Task instructions:
Copy word for word, please, the lines of the entries below running from the one containing "const ref = useRef(value);" to the one containing "adds seq). */", both ends included.

· · · · ·

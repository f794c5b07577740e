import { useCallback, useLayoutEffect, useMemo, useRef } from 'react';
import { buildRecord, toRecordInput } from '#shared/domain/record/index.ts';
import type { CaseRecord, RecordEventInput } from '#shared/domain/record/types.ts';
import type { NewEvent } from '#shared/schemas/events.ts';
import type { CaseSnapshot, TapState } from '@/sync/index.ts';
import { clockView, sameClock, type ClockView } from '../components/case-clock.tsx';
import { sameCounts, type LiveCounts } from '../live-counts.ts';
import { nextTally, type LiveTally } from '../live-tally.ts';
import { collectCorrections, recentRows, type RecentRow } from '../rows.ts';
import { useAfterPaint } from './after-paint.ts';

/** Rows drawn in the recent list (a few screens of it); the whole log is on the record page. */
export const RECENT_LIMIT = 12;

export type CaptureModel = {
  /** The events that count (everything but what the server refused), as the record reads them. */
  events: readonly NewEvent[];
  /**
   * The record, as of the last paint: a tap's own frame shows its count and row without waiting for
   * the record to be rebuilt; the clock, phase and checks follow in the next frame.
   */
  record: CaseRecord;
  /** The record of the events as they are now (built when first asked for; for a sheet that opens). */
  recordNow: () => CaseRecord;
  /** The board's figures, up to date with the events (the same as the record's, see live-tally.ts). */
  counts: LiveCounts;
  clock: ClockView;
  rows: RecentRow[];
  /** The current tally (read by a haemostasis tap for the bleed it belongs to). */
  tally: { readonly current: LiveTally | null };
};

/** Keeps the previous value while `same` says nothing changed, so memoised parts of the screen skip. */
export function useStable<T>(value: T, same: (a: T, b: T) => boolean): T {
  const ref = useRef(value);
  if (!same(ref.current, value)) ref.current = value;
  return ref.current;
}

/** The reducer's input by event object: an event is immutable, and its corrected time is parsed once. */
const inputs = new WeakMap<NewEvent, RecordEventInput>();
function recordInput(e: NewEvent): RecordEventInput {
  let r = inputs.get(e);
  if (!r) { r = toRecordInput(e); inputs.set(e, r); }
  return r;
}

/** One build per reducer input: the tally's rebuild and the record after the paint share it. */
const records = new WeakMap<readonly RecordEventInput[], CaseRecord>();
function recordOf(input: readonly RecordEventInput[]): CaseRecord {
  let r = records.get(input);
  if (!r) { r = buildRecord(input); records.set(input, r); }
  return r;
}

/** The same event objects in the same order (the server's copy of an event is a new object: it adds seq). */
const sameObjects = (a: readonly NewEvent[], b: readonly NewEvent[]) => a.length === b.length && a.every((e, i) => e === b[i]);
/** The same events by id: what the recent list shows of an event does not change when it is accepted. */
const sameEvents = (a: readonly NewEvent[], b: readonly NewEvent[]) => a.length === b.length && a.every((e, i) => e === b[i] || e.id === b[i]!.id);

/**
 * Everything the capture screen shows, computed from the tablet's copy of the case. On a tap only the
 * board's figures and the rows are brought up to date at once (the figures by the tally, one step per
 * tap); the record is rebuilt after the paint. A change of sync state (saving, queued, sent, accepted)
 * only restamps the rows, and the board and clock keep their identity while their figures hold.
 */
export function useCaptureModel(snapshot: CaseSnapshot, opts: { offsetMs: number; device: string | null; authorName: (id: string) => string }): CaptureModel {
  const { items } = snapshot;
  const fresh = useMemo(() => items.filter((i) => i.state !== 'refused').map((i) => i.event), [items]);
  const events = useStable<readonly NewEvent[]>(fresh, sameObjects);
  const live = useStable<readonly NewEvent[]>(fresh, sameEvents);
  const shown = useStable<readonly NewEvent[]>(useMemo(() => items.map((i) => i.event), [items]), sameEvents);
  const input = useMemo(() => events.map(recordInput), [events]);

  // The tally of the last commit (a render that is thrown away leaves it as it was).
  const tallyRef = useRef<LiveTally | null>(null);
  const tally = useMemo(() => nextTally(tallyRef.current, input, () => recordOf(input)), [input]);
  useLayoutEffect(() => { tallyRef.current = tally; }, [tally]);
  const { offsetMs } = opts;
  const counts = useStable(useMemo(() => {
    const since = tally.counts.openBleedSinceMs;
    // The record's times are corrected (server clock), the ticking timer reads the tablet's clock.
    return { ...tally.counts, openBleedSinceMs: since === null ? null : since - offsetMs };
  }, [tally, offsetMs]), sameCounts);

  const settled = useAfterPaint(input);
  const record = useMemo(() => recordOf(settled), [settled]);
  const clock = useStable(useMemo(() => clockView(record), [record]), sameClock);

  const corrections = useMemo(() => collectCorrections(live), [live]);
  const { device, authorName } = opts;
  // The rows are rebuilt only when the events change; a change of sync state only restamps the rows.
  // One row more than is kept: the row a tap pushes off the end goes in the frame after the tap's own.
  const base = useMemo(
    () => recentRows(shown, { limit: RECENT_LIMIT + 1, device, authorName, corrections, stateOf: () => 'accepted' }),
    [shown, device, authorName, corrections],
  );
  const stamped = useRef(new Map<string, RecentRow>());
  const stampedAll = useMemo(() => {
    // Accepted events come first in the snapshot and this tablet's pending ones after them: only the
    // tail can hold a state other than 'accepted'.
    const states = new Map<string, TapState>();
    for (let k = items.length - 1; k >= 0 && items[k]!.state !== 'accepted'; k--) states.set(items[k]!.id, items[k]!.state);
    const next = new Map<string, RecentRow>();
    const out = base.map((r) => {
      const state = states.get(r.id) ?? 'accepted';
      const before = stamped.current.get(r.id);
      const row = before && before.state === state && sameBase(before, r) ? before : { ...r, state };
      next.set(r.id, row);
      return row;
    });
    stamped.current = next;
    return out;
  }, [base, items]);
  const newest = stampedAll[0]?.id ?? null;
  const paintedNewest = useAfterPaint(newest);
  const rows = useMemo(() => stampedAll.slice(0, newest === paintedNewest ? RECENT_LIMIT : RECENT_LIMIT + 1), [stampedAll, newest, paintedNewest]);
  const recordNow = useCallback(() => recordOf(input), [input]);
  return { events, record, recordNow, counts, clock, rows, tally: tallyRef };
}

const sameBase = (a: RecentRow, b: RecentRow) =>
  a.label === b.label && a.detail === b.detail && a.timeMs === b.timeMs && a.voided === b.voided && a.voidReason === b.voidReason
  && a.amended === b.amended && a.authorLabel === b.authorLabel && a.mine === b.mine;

· · · · ·

Output:
  const ref = useRef(value);
  if (!same(ref.current, value)) ref.current = value;
  return ref.current;
}

/** The reducer's input by event object: an event is immutable, and its corrected time is parsed once. */
const inputs = new WeakMap<NewEvent, RecordEventInput>();
function recordInput(e: NewEvent): RecordEventInput {
  let r = inputs.get(e);
  if (!r) { r = toRecordInput(e); inputs.set(e, r); }
  return r;
}

/** One build per reducer input: the tally's rebuild and the record after the paint share it. */
const records = new WeakMap<readonly RecordEventInput[], CaseRecord>();
function recordOf(input: readonly RecordEventInput[]): CaseRecord {
  let r = records.get(input);
  if (!r) { r = buildRecord(input); records.set(input, r); }
  return r;
}

/** The same event objects in the same order (the server's copy of an event is a new object: it adds seq). */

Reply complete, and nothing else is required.